There are some severe caveats. Some are by design, others will be addressed later.
Rubygems is a bit... horrible. It was a good fit for the problem it solved for a long time, but we've outgrown it. Here are a list of my thoughts on what's wrong and how we could fix it. Many of these ideas are or will permeate this
gem gem as a (mostly backwards-compatible) drop-in replacement for rubygems.
Local index should be more granular and allow stream processing. Same with specs lists. Marshalling and constantly re-downloading a whole index, or even just a list of specs, is ludicrous at current sizes.
Break index up into more files for efficient lookup?
Learn from PIP, have quick lookups for common cases.
JSON is a better choice than YAML—it's just plain faster and becoming ubiquitous. Built-in (usually reasonably fast) support in 1.9, including streaming, which is cross-platform friendly (much moreso than YAML).
Auto-negotiated transport compression should counteract any size difference and work for partial updates.
Compression is purely a transport/storage concern.
Index journal for efficient partial updates via HTTP.
Use plain old HTTP (but the full functionality of 1.1) and static files to allow serving at edges by cloudfront, easy proxying/caching, etc.

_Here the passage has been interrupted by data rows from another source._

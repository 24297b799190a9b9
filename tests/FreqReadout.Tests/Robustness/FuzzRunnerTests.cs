using System.Text;

namespace FreqReadout.Tests.Robustness;

/// <summary>The fuzz harness itself: it catches an undocumented exception and a hang, reproduces an input from its seed, and minimises.</summary>
public sealed class FuzzRunnerTests
{
    private static readonly byte[] Seed = Encoding.ASCII.GetBytes("# a = 12\nvalue,12345\nother,7\n");

    /// <summary>A toy parser: FormatException (its documented error) for lines without a comma, a crash on a run of five 9s.</summary>
    private static ParserTarget Toy(Action<byte[]>? extra = null) => new("toy", new[] { Seed }, typeof(FormatException), bytes =>
    {
        extra?.Invoke(bytes);
        string text = Encoding.ASCII.GetString(bytes);
        if (text.Contains("99999", StringComparison.Ordinal))
        {
            throw new IndexOutOfRangeException("toy crash");
        }

        if (text.Split('\n').Any(line => line.Length > 0 && !line.StartsWith('#') && !line.Contains(',')))
        {
            throw new FormatException("a line without a comma");
        }
    });

    [Fact]
    public void An_undocumented_exception_is_a_failure_that_reproduces_from_its_seed_and_minimises()
    {
        var runner = new FuzzRunner(Toy()) { MaxFailures = 3 };
        runner.Run(7, 5000);
        Assert.NotEmpty(runner.Failures);
        var failure = runner.Failures[0];
        Assert.Contains("IndexOutOfRangeException", failure.Problem);
        Assert.Contains("seed=" + failure.InputSeed, failure.ToString());
        Assert.Contains("hex=", failure.ToString());
        Assert.Equal(failure.Input, new FuzzRunner(Toy()).Build(failure.InputSeed, out string ops));
        Assert.Equal(failure.Operators, ops);
        Assert.Equal("99999", Encoding.ASCII.GetString(runner.Minimise(failure.Input, failure.Problem)));
        Assert.True(runner.DocumentedErrors > 0 && runner.Results > 0);
    }

    [Fact]
    public void An_input_that_does_not_finish_is_reported_as_a_hang()
    {
        var release = new ManualResetEventSlim(false);
        var runner = new FuzzRunner(Toy(bytes =>
        {
            if (bytes.Length % 5 == 0)
            {
                release.Wait();
            }
        }));
        try
        {
            runner.Run(11, 1000);
        }
        finally
        {
            release.Set();
        }

        var failure = Assert.Single(runner.Failures);
        Assert.Contains("a hang", failure.Problem);
        Assert.Equal(0, failure.Input.Length % 5);
    }
}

Same directory structure and index format locally and remotely, backwards compatible:
Given the following definitions:
<name>: gem name, i.e. "rails"
<version>: gem version, i.e. "3.2.2"
<platform>: gem platform, omitted if platform is "ruby", the default
Proposed directory structure:
metadata.index— newline separated list of all names, append only.
metadata/— index of gems.
<name>.index— newline separated list of all basenames for a name, append only.
<version>[-<platform>].json– metadata for the gemball.
source.json— metadata about this source. May contain canonical URL.
sources/— cached source indexes.
<source-sha>/— SHA of canonical source URL (i.e.
source.json— metadata about the source.
metadata.index/— a cache of the top-level metadata.index for the source
metadata/— a cache of the top-level metadata/ for the source
gems/— gemballs and unpacked trees.
<basename>.gem— the gemball.
<basename>/— the unpacked gem tree. Optional if it allows zip loading.
Use net/http/persistent per-source for gem operations like rubygems-mirror, respecting HTTP content-type, transport-encoding (compression), range and freshness controls, and negating overhead of many small files.
Multiplex mirroring and potentially other operations over a pool of threads like rubygems-mirror.
Break old marshalling support into modules, only include them when backwards-compatible behaviour required (i.e. during upgrade, when compat is requested/configured).
Add more checks and guards to make sure the index/gemspecs/gems can't get into an invalid state.
MIT (see LICENSE). Some parts adapted from Rubygems, which is under the Ruby or MIT license.